**** DATA EXCERPTS ****

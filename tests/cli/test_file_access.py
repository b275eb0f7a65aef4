"""Books the user may not write or reach, and paths that are not books: clear words, no traceback,
and never a restore advised for a sound book.

Permission bits bind only a user who is not root, so these run ``blotter`` in a new process as
another user (``as_other_user`` in ``tests/conftest.py``: ``nobody`` through ``setpriv`` when the
tests run as root). SQLite's own rules: a WAL book is read through its ``-shm`` file, which a
reader must be able to create when it is missing (wal.html §5, "read-only databases").
"""

from __future__ import annotations

import shutil
import subprocess
from collections.abc import Callable
from pathlib import Path

RunAs = Callable[..., "subprocess.CompletedProcess[str]"]


def _book_in(folder: Path, demo_db: Path) -> Path:
    folder.mkdir(mode=0o755)
    book = folder / "book.db"
    shutil.copyfile(demo_db, book)
    book.chmod(0o644)
    return book


def test_a_viewer_in_a_folder_it_cannot_write_is_told_why_not_to_restore(
    demo_db: Path, shared_dir: Path, as_other_user: RunAs
) -> None:
    book = _book_in(shared_dir / "desk", demo_db)
    book.parent.chmod(0o555)
    assert not Path(f"{book}-shm").exists()
    before = book.read_bytes()
    r = as_other_user("--db", str(book), "risk", "--json")
    assert r.returncode == 1, r.stderr
    assert "Traceback" not in r.stderr
    assert f"cannot write to the folder {book.parent}" in r.stderr
    assert "not damaged" in r.stderr and "restore" not in r.stderr
    assert book.read_bytes() == before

****

(TASK DETAILS): Copy the records above exactly, please, but only from the first line through the line containing "tests run as".

(SOLVED PROBLEM):
filename tests/cli/test_file_access.py
repository b275eb0f7a65aef4
"""Books the user may not write or reach, and paths that are not books: clear words, no traceback,
and never a restore advised for a sound book.

Permission bits bind only a user who is not root, so these run ``blotter`` in a new process as
another user (``as_other_user`` in ``tests/conftest.py``: ``nobody`` through ``setpriv`` when the
tests run as root). SQLite's own rules: a WAL book is read through its ``-shm`` file, which a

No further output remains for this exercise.